Kelly Gordon: And it's. I'm on the spectrum. I didn't see that. That was not something that I might have understood or could have seen coming or understood about somebody's behavior. Human behavior might not understand why. So I just, I can understand that.
Srini: Yeah. You mean? So let's talk about this whole idea of a spectrum, right?
Srini: Because in my conversation with you, you and I were talking off the air here about an episode that, we aired with somebody who was on the spectrum and it ended up, have been, we had to take it down because the person was so upset. There's a wide range because as I'm talking to you if I didn't know this backstory, nothing about the way you're communicating with me would make you seem like you're a person on the spec.

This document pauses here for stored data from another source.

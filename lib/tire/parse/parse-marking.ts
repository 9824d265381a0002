import type { ParseOptions, ParseResult } from "../types";
import { readDot } from "./dot";
import { finish } from "./finish";
import { readLoadRange, readLoadType, readLoneLoadRange, readMudAndSnow, readPlyRating, readRunFlat, readThreePeak } from "./marks";
import { readMaxRating, readPressureThenLabel } from "./max-ratings";
import { addSpan, newDraft, textOf, type Draft, type PartReader, type Reader } from "./reader";
import { readService } from "./service";
import { diagnoseBareRim, diagnoseSize, readSize } from "./size";
import { tokenize, type Token } from "./tokens";
import { readUsualMarks } from "./usual-marks";
import { readUsualStart } from "./usual-start";
import { readUtqgGrades, readUtqgWords } from "./utqg";

const BY_FIRST_WORD = new Map<string, PartReader>([
  ...["XL", "REINFORCED", "REINF", "EXTRA", "SL", "STANDARD", "RF"].map((w) => [w, readLoadType] as const),
  ...["RFT", "RUNFLAT", "RUN"].map((w) => [w, readRunFlat] as const),
  ...["M", "MS", "MUD"].map((w) => [w, readMudAndSnow] as const),
  ...["TREADWEAR", "TRACTION", "TEMPERATURE", "TEMP", "UTQG"].map((w) => [w, readUtqgWords] as const),
  ...["MAX", "MAXIMUM"].map((w) => [w, readMaxRating] as const),
  ...["LOAD", "LR"].map((w) => [w, readLoadRange] as const),
  ["THREE", readThreePeak],
]);

function readAt(r: Reader, i: number): number {
  const t = r.tokens[i];
  switch (t?.kind) {
    case "num":
      return readSize(r, i) || readUtqgGrades(r, i) || readService(r, i) || readPlyRating(r, i) || readThreePeak(r, i) || readPressureThenLabel(r, i) || diagnoseSize(r, i);
    case "word":
      // "LRE" is read like "LR E".
      return BY_FIRST_WORD.get(t.text.length === 3 && t.text.startsWith("LR") ? "LR" : t.text)?.(r, i) || readSize(r, i) || readDot(r, i) || readLoneLoadRange(r, i) || diagnoseSize(r, i) || diagnoseBareRim(r, i);
    case "punct":
      return t.text === "(" ? readService(r, i) : 0;
    default:
      return 0;
  }
}

function reportUnread(r: Reader, from: number, to: number): void {
  addSpan(r, "unread", from, to);
  r.draft.warnings.push(`Not read: "${textOf(r, from, to)}".`);
}

const NO_TOKENS: readonly Token[] = [];
const NO_OPTIONS: ParseOptions = {};

/** Reads the text from character `from` on, token by token, into what `draft` holds already. */
function readTokens(input: string, draft: Draft, from: number, options: ParseOptions): ParseResult {
  const r: Reader = { input, tokens: from < input.length ? tokenize(input, from) : NO_TOKENS, draft };
  const n = r.tokens.length;
  // Tokens no reader took, gathered into runs so that a warning names "ACME Trailmaster" once.
  let unreadFrom = -1;
  let unreadTo = -1;
  for (let i = 0; i < n; ) {
    const next = readAt(r, i);
    if (next > i) {
      if (unreadFrom >= 0) reportUnread(r, unreadFrom, unreadTo);
      unreadFrom = -1;
      i = next;
      continue;
    }
    // Stray punctuation between parts is not worth a warning; words and numbers are.
    if (r.tokens[i]?.kind !== "punct") {
      if (unreadFrom < 0) unreadFrom = i;
      unreadTo = i + 1;
    }
    i++;
  }
  if (unreadFrom >= 0) reportUnread(r, unreadFrom, unreadTo);
  return finish(r, options);
}

/**
 * Reads whatever a person may type from a sidewall: size, service description, load range, ply
 * rating, XL / run-flat marks, DOT code, UTQG grades, winter marks, maximum load and pressure.
 * Never throws. Pass `today` to have the DOT code's age worked out.
 */
export function parseMarking(text: string, options: ParseOptions = NO_OPTIONS): ParseResult {
  const input = typeof text === "string" ? text : "";
  const draft = newDraft();
  const restFrom = readUsualMarks(input, draft, Math.max(readUsualStart(input, draft), 0));
  return readTokens(input, draft, restFrom, options);
}

/** The same reading token by token, without the shortcuts for the usual start and marks: tests hold the two equal. */
export function parseMarkingByTokens(text: string, options: ParseOptions = NO_OPTIONS): ParseResult {
  return readTokens(typeof text === "string" ? text : "", newDraft(), 0, options);
}
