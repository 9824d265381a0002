import { asciiTable, isIn, spells, upper, valueOf } from "./chars";
import { addMiss, type Draft, type Reader } from "./reader";
import { isDigit, isLetter, isSpace } from "./tokens";

/** A TIN has at most 13 symbols (49 CFR 574.5, since the April 2015 rule). */
const TIN_MAX_SYMBOLS = 13;
/** 9 symbols before the date code make a 13-symbol TIN, which starts with a 3-symbol plant code. */
const SYMBOLS_BEFORE_DATE_WITH_3_SYMBOL_PLANT = 9;
/** TIN symbols never include G, I, O, Q, S or Z (49 CFR 574.5, from memory). */
const NOT_TIN_SYMBOLS = asciiTable("GIOQSZ");
/** Words that end a TIN when they follow it on the same line; only groups starting with a letter are looked up. */
const AFTER_TIN = ["MAX", "MAXIMUM", "LOAD", "XL", "SL", "TREADWEAR", "TRACTION", "TEMPERATURE", "TEMP", "UTQG", "DOT", "TIN"];
/** Marks that may close the last group of a TIN, besides whitespace and the end of the text. */
const CLOSING_MARKS = asciiTable(",;.)");
/** Marks that may stand between the keyword and the symbols ("DOT: …", "DOT# …", "TIN-…"). */
const KEYWORD_GAP_MARKS = asciiTable(":#-");

const [D, I, N, O, T] = [..."DINOT"].map((letter) => letter.charCodeAt(0));
/** Clearing bit 5 upper-cases an ASCII letter, and turns no other character into one. */
const upperAt = (input: string, at: number): number => (at < input.length ? input.charCodeAt(at) & ~32 : 0);
const isAlnum = (c: number): boolean => isDigit(c) || isLetter(c);

/**
 * Where the symbol groups of the TIN being read start and end, as pairs of character indices: a TIN
 * is read at a time and has at most 13 groups, so one buffer serves every reading.
 */
const groups = new Int32Array(2 * TIN_MAX_SYMBOLS);
const groupStart = (g: number): number => groups[2 * g] as number;
const groupEnd = (g: number): number => groups[2 * g + 1] as number;

function allDigits(input: string, from: number, to: number): boolean {
  for (let i = from; i < to; i++) if (!isDigit(input.charCodeAt(i))) return false;
  return to > from;
}

function isWordAfterTin(input: string, from: number, to: number): boolean {
  for (const word of AFTER_TIN) if (spells(input, from, to, word)) return true;
  return false;
}

/** Records the space-separated symbol groups from `from` on, as long as they can still belong to one TIN; their count. */
function readGroups(input: string, from: number): number {
  let count = 0;
  let pos = from;
  let symbols = 0;
  while (pos < input.length) {
    let end = pos;
    while (end < input.length && isAlnum(input.charCodeAt(end))) end++;
    if (end === pos) break;
    const after = end < input.length ? input.charCodeAt(end) : 0;
    const closes = end === input.length || isSpace(after) || isIn(CLOSING_MARKS, after);
    if (!closes || symbols + end - pos > TIN_MAX_SYMBOLS || (isLetter(input.charCodeAt(pos)) && isWordAfterTin(input, pos, end))) break;
    groups[2 * count] = pos;
    groups[2 * count + 1] = end;
    count++;
    symbols += end - pos;
    pos = end;
    while (pos < input.length && isSpace(input.charCodeAt(pos))) pos++;
  }
  return count;
}

/** The symbol groups after a "DOT" or "TIN" keyword starting at `keywordAt`; their count. */
function readGroupsAfterKeyword(input: string, keywordAt: number): number {
  let from = keywordAt + 3;
  while (from < input.length && (isSpace(input.charCodeAt(from)) || isIn(KEYWORD_GAP_MARKS, input.charCodeAt(from)))) from++;
  return readGroups(input, from);
}

/**
 * The group that ends with the date code: the last 4-digit group, else a final 3-digit group (before
 * 2000), else a final group ending in 4 digits after a letter (a TIN typed run together); -1 for none.
 */
function dateGroup(input: string, count: number): number {
  for (let g = count - 1; g >= 0; g--) if (groupEnd(g) - groupStart(g) === 4 && allDigits(input, groupStart(g), groupEnd(g))) return g;
  const last = count - 1;
  if (last < 0) return -1;
  const start = groupStart(last);
  const end = groupEnd(last);
  if (end - start === 3 && allDigits(input, start, end)) return last;
  return end - start > 4 && allDigits(input, end - 4, end) && !allDigits(input, start, end) ? last : -1;
}

/** Where the date code in group `g` starts: the whole group, or its last 4 digits when the TIN runs together. */
const dateStart = (g: number): number => (groupEnd(g) - groupStart(g) > 4 ? groupEnd(g) - 4 : groupStart(g));

/**
 * The first `count` symbols of the TIN, in capitals and without spaces. Read from the text rather than
 * from a TIN joined already: a joined string of 13 symbols is a rope, slow to read character by character.
 */
function tinSymbols(input: string, count: number): string {
  let symbols = "";
  let lower = false;
  for (let g = 0; count > 0; g++) {
    const start = groupStart(g);
    const end = Math.min(groupEnd(g), start + count);
    for (let i = start; i < end && !lower; i++) lower = input.charCodeAt(i) >= 97;
    symbols += input.slice(start, end);
    count -= end - start;
  }
  return lower ? symbols.toUpperCase() : symbols;
}

/** Whether a symbol before the date code, which ends group `g`, is one a TIN never uses. */
function hasNotTinSymbol(input: string, g: number, dateAt: number): boolean {
  for (let k = 0; k <= g; k++) {
    const end = k === g ? dateAt : groupEnd(k);
    for (let i = groupStart(k); i < end; i++) if (isIn(NOT_TIN_SYMBOLS, upper(input.charCodeAt(i)))) return true;
  }
  return false;
}

/** Records the date code ending group `g` of the TIN after the keyword at `start`: the code, or why it is left out. */
function recordDot(d: Draft, input: string, start: number, g: number): void {
  const dateAt = dateStart(g);
  const end = groupEnd(g);
  const week = valueOf(input, dateAt, dateAt + 2);
  if (week < 1 || week > 53) {
    addMiss(
      d,
      `The date code ${input.slice(dateAt, end)} in "${input.slice(start, end)}" does not read as a week and year: weeks run from 01 to 53.`,
      "Type the last group of the DOT code as marked, e.g. DOT 3208 for week 32 of 2008.",
    );
    d.spans.push({ part: "unread", start, end });
    return;
  }
  if (d.dot) {
    d.warnings.push(`A second DOT code, "${input.slice(start, end)}", is left out: only the first is read.`);
    d.spans.push({ part: "unread", start, end });
    return;
  }
  const threeDigit = end - dateAt === 3;
  const year = threeDigit ? 1990 + valueOf(input, dateAt + 2, end) : 2000 + valueOf(input, dateAt + 2, end);
  let symbolsThroughDate = 0;
  for (let k = 0; k <= g; k++) symbolsThroughDate += groupEnd(k) - groupStart(k);
  const symbolsBefore = symbolsThroughDate - (end - dateAt);
  const plantSymbols = symbolsBefore === SYMBOLS_BEFORE_DATE_WITH_3_SYMBOL_PLANT ? 3 : 2;
  const plantCode = tinSymbols(input, Math.min(plantSymbols, symbolsBefore));
  d.dot = { plantCode, week, year, yearAmbiguous: threeDigit, tin: tinSymbols(input, symbolsThroughDate) };
  if (threeDigit) {
    const date = input.slice(dateAt, end);
    d.assumptions.push(`The three-digit date code ${date} is from before 2000 and gives only the last digit of the year: week ${week} of ${year} is assumed (it could be ${year - 10}).`);
  }
  if (hasNotTinSymbol(input, g, dateAt)) {
    d.warnings.push(`The DOT code "${input.slice(start, end)}" contains a letter that TINs never use (G, I, O, Q, S or Z); check for a misread, such as O for 0.`);
  }
  d.spans.push({ part: "dot", start, end });
}

function skipToToken(r: Reader, i: number, pos: number): number {
  let k = i + 1;
  while (k < r.tokens.length && (r.tokens[k]?.start ?? pos) < pos) k++;
  return k;
}

/** Whether the letters at `at` start a DOT code, as the word "DOT…" or "TIN" does for the token reader. */
export function dotKeywordAt(input: string, at: number): boolean {
  const first = upperAt(input, at);
  const second = upperAt(input, at + 1);
  const third = upperAt(input, at + 2);
  if (first === D) return second === O && third === T;
  return first === T && second === I && third === N && !(at + 3 < input.length && isLetter(input.charCodeAt(at + 3)));
}

/**
 * A DOT code whose keyword starts at `at` and whose date code ends before whitespace or the end of the
 * text, recorded as the token reader would; the index after it, or 0 (nothing recorded) otherwise.
 */
export function readDotChunk(input: string, d: Draft, at: number): number {
  const g = dateGroup(input, readGroupsAfterKeyword(input, at));
  const end = g < 0 ? 0 : groupEnd(g);
  if (g < 0 || (end < input.length && !isSpace(input.charCodeAt(end)))) return 0;
  recordDot(d, input, at, g);
  return end;
}

/**
 * "DOT U2LL LMLR 3208" (49 CFR 574.5): plant code, size and optional codes, then the week and year
 * of manufacture. "DOT" may touch the symbols ("DOTU2LL…"); "TIN" works like "DOT".
 */
export function readDot(r: Reader, i: number): number {
  const t = r.tokens[i];
  if (t?.kind !== "word" || !(t.text.startsWith("DOT") || t.text === "TIN")) return 0;
  const input = r.input;
  const count = readGroupsAfterKeyword(input, t.start);
  const g = dateGroup(input, count);
  if (g < 0) {
    if (t.text.length > 3) return 0;
    const end = count > 0 ? groupEnd(count - 1) : t.end;
    addMiss(
      r.draft,
      `"${input.slice(t.start, end)}" has no date code.`,
      "The date code is the last group of the DOT code: four digits, week then year (3208 = week 32 of 2008).",
    );
    r.draft.spans.push({ part: "unread", start: t.start, end });
    return skipToToken(r, i, end);
  }
  const end = groupEnd(g);
  recordDot(r.draft, input, t.start, g);
  return skipToToken(r, i, end);
}
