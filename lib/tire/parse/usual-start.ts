import { LOAD_INDEX_MAX } from "../load-index";
import { speedSymbolInfo } from "../speed-symbols";
import { CLOSE, codeAt, OPEN, SLASH, spacesEnd, upper, valueOf, Y } from "./chars";
import { dotKeywordAt, readDotChunk } from "./dot";
import type { Draft } from "./reader";
import { MAX_DUAL_GAP, serviceDescription } from "./service";
import { CONSTRUCTION_CODES } from "./size-parts";
import { digitsEnd, isDigit, isSpace } from "./tokens";
import { readFlotationSize, readMetricSize, startsShortOrLtWord } from "./usual-size";
import { TRACTION } from "./utqg";

/** The speed symbols written as one letter, by the letter's code; "(Y)" apart. */
const ONE_LETTER_SPEEDS = Array.from({ length: 91 }, (_, code) => speedSymbolInfo(String.fromCharCode(code)));
/** Speed letters that are also a UTQG traction grade, or a construction code, by the letter's code. */
const ALSO_GRADE = ONE_LETTER_SPEEDS.map((info) => info !== undefined && TRACTION.has(info.symbol));
const ALSO_CONSTRUCTION = ONE_LETTER_SPEEDS.map((info) => info !== undefined && CONSTRUCTION_CODES.has(info.symbol));
const ABOVE_300 = speedSymbolInfo("(Y)");

/** A service description standing alone at `at`, as the service reader would record it; the index after it, or 0. */
function readService(input: string, d: Draft, at: number): number {
  const singleEnd = digitsEnd(input, at);
  if (singleEnd === at || singleEnd - at > 3) return 0;
  const single = valueOf(input, at, singleEnd);
  let dual: number | null = null;
  let speedAt = singleEnd;
  if (codeAt(input, singleEnd) === SLASH) {
    const dualEnd = digitsEnd(input, singleEnd + 1);
    if (dualEnd === singleEnd + 1 || dualEnd - singleEnd > 4) return 0;
    dual = valueOf(input, singleEnd + 1, dualEnd);
    // A dual index above the single one gets a warning: the token readers write it.
    if (dual > single || single - dual > MAX_DUAL_GAP) return 0;
    speedAt = dualEnd;
  }
  const bracketed = codeAt(input, speedAt) === OPEN;
  const letter = bracketed ? 0 : upper(codeAt(input, speedAt));
  const info = bracketed
    ? upper(codeAt(input, speedAt + 1)) === Y && codeAt(input, speedAt + 2) === CLOSE ? ABOVE_300 : undefined
    : ONE_LETTER_SPEEDS[letter];
  const end = bracketed ? speedAt + 3 : speedAt + 1;
  if (info === undefined || single > LOAD_INDEX_MAX || (end < input.length && !isSpace(input.charCodeAt(end)))) return 0;
  // "100B C" reads as UTQG grades, "116R 20" as a size: what follows decides, so the token readers read those.
  const restAt = spacesEnd(input, end);
  if ((ALSO_GRADE[letter] && startsShortOrLtWord(input, restAt)) || (ALSO_CONSTRUCTION[letter] && isDigit(codeAt(input, restAt)))) return 0;
  d.service = serviceDescription(single, dual, info);
  d.spans.push({ part: "service", start: at, end });
  d.details.push({ detail: "loadIndex", start: at, end: singleEnd });
  if (dual !== null) d.details.push({ detail: "loadIndexDual", start: singleEnd + 1, end: speedAt });
  d.details.push({ detail: "speedSymbol", start: speedAt, end });
  return end;
}

/**
 * Reads the start most markings share straight from the characters: a metric size ("285/50R20",
 * "LT265/70ZR17", or a forgiving "285 50 20") or a flotation size ("33x12.50R15LT"), perhaps followed
 * by a service description ("119S", "121/118S", "99(Y)"), and a DOT code there or at the start. It
 * records exactly what the token readers would and returns where the rest of the text starts, for
 * them; -1 (nothing recorded) when the text starts otherwise.
 */
export function readUsualStart(input: string, d: Draft): number {
  const start = spacesEnd(input, 0);
  const metricEnd = readMetricSize(input, d, start);
  const sizeEnd = metricEnd < 0 ? readFlotationSize(input, d, start) : metricEnd;
  const serviceAt = sizeEnd < 0 ? sizeEnd : spacesEnd(input, sizeEnd);
  const end = (serviceAt > sizeEnd && readService(input, d, serviceAt)) || sizeEnd;
  const next = end < 0 ? start : spacesEnd(input, end);
  if (next === end || !dotKeywordAt(input, next)) return end;
  return readDotChunk(input, d, next) || end;
}
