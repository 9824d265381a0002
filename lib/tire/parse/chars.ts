/** Reading text character by character, for the shortcuts that read common markings without tokens. */
import { isSpace } from "./tokens";

/** Reading past the end of a string is slow: 0 there instead. */
export const codeAt = (input: string, at: number): number => (at < input.length ? input.charCodeAt(at) : 0);
export const upper = (c: number): number => (c >= 97 && c <= 122 ? c - 32 : c);
export const [L, P, R, S, T, X, Y, Z] = [..."LPRSTXYZ"].map((letter) => letter.charCodeAt(0));
export const [SLASH, POINT, DASH, OPEN, CLOSE] = [..."/.-()"].map((mark) => mark.charCodeAt(0));

/** The number the digits in [from, to) write. */
export function valueOf(input: string, from: number, to: number): number {
  let value = 0;
  for (let k = from; k < to; k++) value = value * 10 + input.charCodeAt(k) - 48;
  return value;
}

export function spacesEnd(input: string, at: number): number {
  while (at < input.length && isSpace(input.charCodeAt(at))) at++;
  return at;
}
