import type { LoadRange } from "../load-range";
import type {
  DecodeError,
  DetailKind,
  DetailSpan,
  LoadMark,
  PartKind,
  PressureMark,
  ServiceDescription,
  Span,
  TemperatureGrade,
  TireSize,
  TractionGrade,
} from "../types";
import type { Token } from "./tokens";

/** A recognised date code before its age is known. */
export interface DotReading {
  plantCode: string;
  week: number;
  year: number;
  yearAmbiguous: boolean;
  tin: string;
}

/** Everything read so far; the part readers fill it in as they go. */
export interface Draft {
  size: TireSize | null;
  service: ServiceDescription | null;
  loadRange: LoadRange | null;
  plyRating: number | null;
  loadType: "SL" | "XL" | null;
  runFlat: boolean;
  dot: DotReading | null;
  treadwear: number | null;
  traction: TractionGrade | null;
  temperature: TemperatureGrade | null;
  mudAndSnow: boolean;
  threePeak: boolean;
  maxLoadSingle: LoadMark | null;
  maxLoadDual: LoadMark | null;
  maxPressure: PressureMark | null;
  spans: Span[];
  details: DetailSpan[];
  assumptions: string[];
  warnings: string[];
  /** Text that looked like a part but could not be read, with what was wrong: the first one explains an unreadable input. */
  misses: { message: string; suggestion: string }[];
  fatal: DecodeError | null;
}

export interface Reader {
  readonly input: string;
  readonly tokens: readonly Token[];
  readonly draft: Draft;
}

/** A part reader returns the index of the first token after what it read, or 0 when it read nothing. */
export type PartReader = (r: Reader, i: number) => number;

export function newDraft(): Draft {
  return {
    size: null,
    service: null,
    loadRange: null,
    plyRating: null,
    loadType: null,
    runFlat: false,
    dot: null,
    treadwear: null,
    traction: null,
    temperature: null,
    mudAndSnow: false,
    threePeak: false,
    maxLoadSingle: null,
    maxLoadDual: null,
    maxPressure: null,
    spans: [],
    details: [],
    assumptions: [],
    warnings: [],
    misses: [],
    fatal: null,
  };
}

export function wordAt(r: Reader, i: number): string | undefined {
  const t = r.tokens[i];
  return t?.kind === "word" ? t.text : undefined;
}

export function numAt(r: Reader, i: number): Token | undefined {
  const t = r.tokens[i];
  return t?.kind === "num" ? t : undefined;
}

export function punctAt(r: Reader, i: number): string | undefined {
  const t = r.tokens[i];
  return t?.kind === "punct" ? t.text : undefined;
}

/** Token `i` touches the token before it (no whitespace between). */
export function glued(r: Reader, i: number): boolean {
  return r.tokens[i]?.gap === false;
}

/** Nothing letter- or digit-like runs on after token `i - 1`: the input ends, or whitespace or punctuation follows. */
export function endsChunk(r: Reader, i: number): boolean {
  const t = r.tokens[i];
  return t === undefined || t.gap || t.kind === "punct" || t.kind === "other";
}

/** Skips one optional punctuation mark among `marks` (e.g. the colon of "LOAD RANGE: E"). */
export function skipPunct(r: Reader, i: number, marks: string): number {
  const p = punctAt(r, i);
  return p !== undefined && marks.includes(p) ? i + 1 : i;
}

export function textOf(r: Reader, from: number, to: number): string {
  const a = r.tokens[from];
  const b = r.tokens[to - 1];
  return a && b ? r.input.slice(a.start, b.end) : "";
}

/** Records text that looked like a part but was not one: a warning, and the error should nothing else be read. */
export function addMiss(d: Draft, message: string, suggestion: string): void {
  d.misses.push({ message, suggestion });
  d.warnings.push(`${message} ${suggestion}`);
}

/** Records that tokens [from, to) form one piece of a size or service description. */
export function addDetail(r: Reader, detail: DetailKind, from: number, to: number): void {
  const a = r.tokens[from];
  const b = r.tokens[to - 1];
  if (a && b) r.draft.details.push({ detail, start: a.start, end: b.end });
}

/** Where token `from` starts and token `to - 1` ends: the characters tokens [from, to) cover. */
export const startOf = (r: Reader, from: number): number => (r.tokens[from] as Token).start;
export const endOf = (r: Reader, to: number): number => (r.tokens[to - 1] as Token).end;

/** Records that tokens [from, to) form a part. */
export function addSpan(r: Reader, part: PartKind, from: number, to: number): void {
  const a = r.tokens[from];
  const b = r.tokens[to - 1];
  if (a && b) r.draft.spans.push({ part, start: a.start, end: b.end });
}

Kelly Gordon: So interestingly, so
Srini: why is that perception like created, like why do we have this perception of it's rain man or something, Elon Musk
Kelly Gordon: fair. I think media has a lot to do with that. The spectrum is a really long and wide place. There's lots of reasons why things are, may not be, but also things similar to my childhood that might have effect.
Kelly Gordon: How something has been developed or something that might have been developed in a hyper sensitive way that may not have been in others. So I think that, TV, media, things like that, movies have a big impact on where that lands and, we're also different in how we were raised, what we came in contact with.
Kelly Gordon: So like when I w this was, early teens, well into my twenties, I would carry a notebook around with me when people do this, they mean. When this happened, this, like I spent an incredible amount of time trying to learn what was going on. Because I didn't understand. And still now again, I might recognize that it happened, but I still may not know why I could go to a close friend of mine and say, I don't understand this.
Kelly Gordon: And that's when I get the response. They'll tell me they're kind. But I don't, in their brains are like, I don't know how you can do that.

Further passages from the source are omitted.